INSTRUCTIONS FOR THE TASK:
Every line below that holds the word "until" must be listed.

TASK INPUT:
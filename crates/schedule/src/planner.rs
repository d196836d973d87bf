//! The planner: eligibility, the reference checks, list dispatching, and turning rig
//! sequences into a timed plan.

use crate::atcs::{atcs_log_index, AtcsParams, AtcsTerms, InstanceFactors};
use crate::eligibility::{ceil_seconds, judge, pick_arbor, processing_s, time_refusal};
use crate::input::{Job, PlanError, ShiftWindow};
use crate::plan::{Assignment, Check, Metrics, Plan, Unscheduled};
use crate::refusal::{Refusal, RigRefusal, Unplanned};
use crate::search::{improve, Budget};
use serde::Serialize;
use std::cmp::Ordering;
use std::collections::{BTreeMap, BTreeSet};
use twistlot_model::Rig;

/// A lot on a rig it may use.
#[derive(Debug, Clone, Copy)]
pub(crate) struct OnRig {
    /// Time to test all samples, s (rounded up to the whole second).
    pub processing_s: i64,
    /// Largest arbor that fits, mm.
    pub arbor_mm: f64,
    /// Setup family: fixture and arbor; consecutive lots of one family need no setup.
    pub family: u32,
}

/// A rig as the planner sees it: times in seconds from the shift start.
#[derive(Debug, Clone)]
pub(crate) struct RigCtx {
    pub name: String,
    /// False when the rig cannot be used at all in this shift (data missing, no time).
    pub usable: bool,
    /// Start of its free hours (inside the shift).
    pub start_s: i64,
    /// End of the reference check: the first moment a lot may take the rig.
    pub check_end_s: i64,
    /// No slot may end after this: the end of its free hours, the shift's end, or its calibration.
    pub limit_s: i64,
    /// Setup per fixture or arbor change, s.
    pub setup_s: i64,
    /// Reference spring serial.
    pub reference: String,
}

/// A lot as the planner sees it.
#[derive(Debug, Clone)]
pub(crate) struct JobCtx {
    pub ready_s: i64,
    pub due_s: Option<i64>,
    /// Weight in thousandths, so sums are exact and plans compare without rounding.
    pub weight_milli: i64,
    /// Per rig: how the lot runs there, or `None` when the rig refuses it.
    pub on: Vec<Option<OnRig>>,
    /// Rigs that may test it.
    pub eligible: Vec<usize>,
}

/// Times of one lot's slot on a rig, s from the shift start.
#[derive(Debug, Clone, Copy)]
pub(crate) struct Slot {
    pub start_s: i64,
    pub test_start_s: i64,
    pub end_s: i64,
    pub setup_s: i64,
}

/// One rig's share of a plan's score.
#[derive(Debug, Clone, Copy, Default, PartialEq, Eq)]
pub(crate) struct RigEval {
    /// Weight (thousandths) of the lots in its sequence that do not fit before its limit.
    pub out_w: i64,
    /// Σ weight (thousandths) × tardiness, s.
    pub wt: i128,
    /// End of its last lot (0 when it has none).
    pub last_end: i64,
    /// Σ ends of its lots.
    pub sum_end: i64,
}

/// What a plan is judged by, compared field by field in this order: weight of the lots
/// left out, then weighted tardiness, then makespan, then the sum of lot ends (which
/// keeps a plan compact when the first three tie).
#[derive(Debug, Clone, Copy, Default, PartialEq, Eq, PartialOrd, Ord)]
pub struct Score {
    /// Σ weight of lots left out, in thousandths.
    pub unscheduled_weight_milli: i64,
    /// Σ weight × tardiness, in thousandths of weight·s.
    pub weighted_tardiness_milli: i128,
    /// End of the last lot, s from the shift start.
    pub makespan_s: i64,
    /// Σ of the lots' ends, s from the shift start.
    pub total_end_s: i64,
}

...

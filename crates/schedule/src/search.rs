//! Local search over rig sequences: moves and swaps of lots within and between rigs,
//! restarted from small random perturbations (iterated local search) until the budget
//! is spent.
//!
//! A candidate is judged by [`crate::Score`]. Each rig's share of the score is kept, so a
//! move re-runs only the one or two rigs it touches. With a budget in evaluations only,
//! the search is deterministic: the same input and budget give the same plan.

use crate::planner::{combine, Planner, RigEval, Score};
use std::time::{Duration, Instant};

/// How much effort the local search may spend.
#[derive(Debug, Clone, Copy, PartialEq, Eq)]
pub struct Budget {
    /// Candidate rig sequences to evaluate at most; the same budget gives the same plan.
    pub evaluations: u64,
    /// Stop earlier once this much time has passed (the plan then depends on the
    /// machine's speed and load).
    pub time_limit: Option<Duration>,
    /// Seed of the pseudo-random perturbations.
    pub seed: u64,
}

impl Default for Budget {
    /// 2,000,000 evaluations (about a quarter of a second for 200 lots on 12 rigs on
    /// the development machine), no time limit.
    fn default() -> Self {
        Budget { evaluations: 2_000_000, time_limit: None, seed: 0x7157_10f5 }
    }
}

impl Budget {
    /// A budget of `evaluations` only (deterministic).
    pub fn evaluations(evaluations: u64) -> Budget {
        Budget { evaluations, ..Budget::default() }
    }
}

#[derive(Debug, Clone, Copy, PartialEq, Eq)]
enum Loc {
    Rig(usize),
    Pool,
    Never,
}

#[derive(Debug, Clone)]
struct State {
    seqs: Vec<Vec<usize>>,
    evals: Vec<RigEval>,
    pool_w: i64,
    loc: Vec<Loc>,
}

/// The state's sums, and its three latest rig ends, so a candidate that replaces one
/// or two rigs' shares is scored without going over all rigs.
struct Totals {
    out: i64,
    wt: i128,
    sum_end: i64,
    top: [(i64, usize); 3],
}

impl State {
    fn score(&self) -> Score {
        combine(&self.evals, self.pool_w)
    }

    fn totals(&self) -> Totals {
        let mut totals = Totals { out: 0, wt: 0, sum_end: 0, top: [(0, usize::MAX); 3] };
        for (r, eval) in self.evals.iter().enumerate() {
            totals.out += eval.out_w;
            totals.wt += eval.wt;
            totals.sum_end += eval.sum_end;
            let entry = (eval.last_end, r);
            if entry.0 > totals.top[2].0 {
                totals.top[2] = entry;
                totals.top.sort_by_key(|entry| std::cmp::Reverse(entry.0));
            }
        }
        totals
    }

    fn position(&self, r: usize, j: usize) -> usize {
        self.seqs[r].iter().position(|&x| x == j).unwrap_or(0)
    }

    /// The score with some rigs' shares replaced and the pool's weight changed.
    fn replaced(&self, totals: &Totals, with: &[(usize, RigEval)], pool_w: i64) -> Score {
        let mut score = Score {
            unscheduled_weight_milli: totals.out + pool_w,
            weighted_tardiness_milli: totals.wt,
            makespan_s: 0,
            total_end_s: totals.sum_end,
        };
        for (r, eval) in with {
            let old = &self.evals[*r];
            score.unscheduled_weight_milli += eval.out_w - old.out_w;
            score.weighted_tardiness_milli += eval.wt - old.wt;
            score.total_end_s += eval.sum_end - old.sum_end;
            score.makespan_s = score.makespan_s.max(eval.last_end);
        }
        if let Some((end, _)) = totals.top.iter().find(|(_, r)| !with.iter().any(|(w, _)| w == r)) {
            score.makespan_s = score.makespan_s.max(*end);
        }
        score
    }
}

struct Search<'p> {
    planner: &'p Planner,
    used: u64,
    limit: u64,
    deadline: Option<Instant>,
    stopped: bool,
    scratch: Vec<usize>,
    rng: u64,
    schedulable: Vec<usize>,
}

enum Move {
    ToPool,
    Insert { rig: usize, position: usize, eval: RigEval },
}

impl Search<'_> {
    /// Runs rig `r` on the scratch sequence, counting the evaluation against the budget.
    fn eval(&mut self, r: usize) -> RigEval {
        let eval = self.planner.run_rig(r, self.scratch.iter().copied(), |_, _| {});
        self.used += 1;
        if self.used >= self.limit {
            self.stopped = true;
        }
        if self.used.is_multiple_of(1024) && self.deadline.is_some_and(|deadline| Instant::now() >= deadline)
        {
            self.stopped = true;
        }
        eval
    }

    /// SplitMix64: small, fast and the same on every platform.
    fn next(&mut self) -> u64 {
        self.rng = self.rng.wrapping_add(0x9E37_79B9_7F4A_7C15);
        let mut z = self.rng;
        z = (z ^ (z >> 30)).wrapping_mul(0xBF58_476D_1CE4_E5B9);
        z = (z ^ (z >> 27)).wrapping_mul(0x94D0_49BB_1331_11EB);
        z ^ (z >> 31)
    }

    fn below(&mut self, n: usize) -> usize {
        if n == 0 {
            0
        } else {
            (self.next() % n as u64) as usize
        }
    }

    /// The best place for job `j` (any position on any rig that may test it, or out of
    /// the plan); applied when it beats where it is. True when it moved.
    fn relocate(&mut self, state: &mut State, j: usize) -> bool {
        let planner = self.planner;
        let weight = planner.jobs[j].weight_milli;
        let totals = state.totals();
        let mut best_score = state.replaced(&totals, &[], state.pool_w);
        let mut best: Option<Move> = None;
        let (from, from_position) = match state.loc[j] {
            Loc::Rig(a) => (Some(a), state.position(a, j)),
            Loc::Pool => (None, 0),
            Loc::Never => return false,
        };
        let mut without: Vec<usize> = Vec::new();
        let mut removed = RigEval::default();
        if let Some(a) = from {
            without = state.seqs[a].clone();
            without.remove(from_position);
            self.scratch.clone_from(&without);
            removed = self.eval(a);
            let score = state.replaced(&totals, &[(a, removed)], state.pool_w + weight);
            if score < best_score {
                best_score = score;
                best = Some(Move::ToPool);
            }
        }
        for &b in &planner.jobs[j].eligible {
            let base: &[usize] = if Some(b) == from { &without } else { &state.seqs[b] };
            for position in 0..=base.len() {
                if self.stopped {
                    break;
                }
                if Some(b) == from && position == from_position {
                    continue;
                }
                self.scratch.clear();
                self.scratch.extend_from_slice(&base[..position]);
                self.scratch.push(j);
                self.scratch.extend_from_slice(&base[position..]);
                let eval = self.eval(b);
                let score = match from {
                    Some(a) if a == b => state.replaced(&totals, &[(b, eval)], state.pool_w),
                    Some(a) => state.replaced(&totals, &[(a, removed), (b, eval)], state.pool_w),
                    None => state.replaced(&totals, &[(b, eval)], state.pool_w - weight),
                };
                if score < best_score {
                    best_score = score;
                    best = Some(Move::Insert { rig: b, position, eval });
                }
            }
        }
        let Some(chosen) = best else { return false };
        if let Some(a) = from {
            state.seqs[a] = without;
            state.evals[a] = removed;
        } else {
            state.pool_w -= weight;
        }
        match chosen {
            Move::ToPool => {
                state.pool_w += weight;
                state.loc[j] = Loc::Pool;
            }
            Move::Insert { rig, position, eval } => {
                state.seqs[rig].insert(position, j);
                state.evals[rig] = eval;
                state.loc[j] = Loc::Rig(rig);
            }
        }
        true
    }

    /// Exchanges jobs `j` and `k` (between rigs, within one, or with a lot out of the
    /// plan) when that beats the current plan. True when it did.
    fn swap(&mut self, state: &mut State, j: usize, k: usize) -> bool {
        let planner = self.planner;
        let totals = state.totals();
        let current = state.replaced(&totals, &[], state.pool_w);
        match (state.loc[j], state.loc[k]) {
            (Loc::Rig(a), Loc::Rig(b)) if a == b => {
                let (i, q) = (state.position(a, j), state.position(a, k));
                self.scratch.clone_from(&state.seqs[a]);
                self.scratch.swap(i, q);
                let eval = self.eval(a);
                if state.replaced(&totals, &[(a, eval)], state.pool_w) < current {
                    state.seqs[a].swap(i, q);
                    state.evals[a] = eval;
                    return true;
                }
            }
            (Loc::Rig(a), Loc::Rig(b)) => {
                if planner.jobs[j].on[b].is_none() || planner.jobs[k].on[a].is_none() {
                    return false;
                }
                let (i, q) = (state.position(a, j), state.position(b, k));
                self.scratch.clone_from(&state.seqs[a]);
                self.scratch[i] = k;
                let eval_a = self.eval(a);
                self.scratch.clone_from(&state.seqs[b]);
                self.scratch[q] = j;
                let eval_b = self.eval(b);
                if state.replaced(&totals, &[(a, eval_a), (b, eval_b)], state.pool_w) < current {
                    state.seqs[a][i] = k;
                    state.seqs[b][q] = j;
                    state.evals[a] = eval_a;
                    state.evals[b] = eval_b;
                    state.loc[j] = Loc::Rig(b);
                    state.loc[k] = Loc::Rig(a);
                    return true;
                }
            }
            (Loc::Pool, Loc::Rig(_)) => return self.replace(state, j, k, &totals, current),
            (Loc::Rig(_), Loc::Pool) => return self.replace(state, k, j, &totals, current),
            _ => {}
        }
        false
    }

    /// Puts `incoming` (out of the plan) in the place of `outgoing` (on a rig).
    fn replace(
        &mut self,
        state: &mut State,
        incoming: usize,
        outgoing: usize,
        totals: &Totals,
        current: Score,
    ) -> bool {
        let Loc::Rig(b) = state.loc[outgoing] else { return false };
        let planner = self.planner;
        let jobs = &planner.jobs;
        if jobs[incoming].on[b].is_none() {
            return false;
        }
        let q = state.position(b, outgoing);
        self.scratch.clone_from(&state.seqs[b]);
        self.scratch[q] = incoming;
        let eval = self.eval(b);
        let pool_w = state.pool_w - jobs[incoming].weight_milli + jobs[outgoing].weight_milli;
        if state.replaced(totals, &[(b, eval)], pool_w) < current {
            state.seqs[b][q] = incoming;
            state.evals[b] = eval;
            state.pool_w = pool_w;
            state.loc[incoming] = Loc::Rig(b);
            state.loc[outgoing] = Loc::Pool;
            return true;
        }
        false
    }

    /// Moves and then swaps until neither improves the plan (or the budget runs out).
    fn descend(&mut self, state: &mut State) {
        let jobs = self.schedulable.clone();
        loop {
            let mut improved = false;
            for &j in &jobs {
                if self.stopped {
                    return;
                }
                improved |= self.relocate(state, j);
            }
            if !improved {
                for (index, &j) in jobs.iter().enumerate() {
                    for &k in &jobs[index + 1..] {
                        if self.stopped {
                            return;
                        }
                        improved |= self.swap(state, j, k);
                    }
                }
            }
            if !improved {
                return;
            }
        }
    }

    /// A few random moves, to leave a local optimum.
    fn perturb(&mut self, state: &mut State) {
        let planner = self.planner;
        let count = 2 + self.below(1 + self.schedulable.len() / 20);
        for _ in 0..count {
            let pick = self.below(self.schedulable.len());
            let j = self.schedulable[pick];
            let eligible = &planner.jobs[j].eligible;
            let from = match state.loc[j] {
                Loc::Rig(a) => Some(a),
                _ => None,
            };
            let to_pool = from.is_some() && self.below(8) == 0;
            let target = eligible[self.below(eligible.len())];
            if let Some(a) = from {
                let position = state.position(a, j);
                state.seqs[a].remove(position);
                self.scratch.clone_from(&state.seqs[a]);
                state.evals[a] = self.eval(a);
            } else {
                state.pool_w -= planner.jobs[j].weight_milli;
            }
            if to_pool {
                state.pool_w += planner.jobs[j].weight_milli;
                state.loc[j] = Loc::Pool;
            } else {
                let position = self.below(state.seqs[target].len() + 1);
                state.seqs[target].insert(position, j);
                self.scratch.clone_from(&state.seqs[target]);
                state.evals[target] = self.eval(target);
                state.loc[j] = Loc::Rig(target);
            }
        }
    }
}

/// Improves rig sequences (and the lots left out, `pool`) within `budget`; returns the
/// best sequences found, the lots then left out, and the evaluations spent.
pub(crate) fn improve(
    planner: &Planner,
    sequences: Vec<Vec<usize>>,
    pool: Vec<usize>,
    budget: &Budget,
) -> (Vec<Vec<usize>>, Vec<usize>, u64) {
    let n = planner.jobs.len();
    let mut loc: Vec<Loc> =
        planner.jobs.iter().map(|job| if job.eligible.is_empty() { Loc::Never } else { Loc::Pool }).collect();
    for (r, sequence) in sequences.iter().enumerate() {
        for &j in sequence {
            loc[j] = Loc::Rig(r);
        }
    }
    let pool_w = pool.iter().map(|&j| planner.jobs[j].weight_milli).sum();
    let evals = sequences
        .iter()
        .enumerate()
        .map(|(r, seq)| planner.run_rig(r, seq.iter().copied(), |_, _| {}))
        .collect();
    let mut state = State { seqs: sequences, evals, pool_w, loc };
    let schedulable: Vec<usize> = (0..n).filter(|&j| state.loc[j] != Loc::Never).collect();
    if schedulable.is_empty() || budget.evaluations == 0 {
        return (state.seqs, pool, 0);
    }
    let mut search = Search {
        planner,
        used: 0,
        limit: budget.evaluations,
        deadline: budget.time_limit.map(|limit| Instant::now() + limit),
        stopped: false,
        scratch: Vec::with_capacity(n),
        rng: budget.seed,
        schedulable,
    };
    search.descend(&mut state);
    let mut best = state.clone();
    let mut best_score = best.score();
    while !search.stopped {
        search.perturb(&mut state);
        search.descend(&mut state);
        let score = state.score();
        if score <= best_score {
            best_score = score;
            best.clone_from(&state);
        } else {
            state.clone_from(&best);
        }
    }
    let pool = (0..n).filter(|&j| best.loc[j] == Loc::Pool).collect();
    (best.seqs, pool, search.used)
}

RESPONSE:
//! restarted from small random perturbations (iterated local search) until the budget
    /// Moves and then swaps until neither improves the plan (or the budget runs out).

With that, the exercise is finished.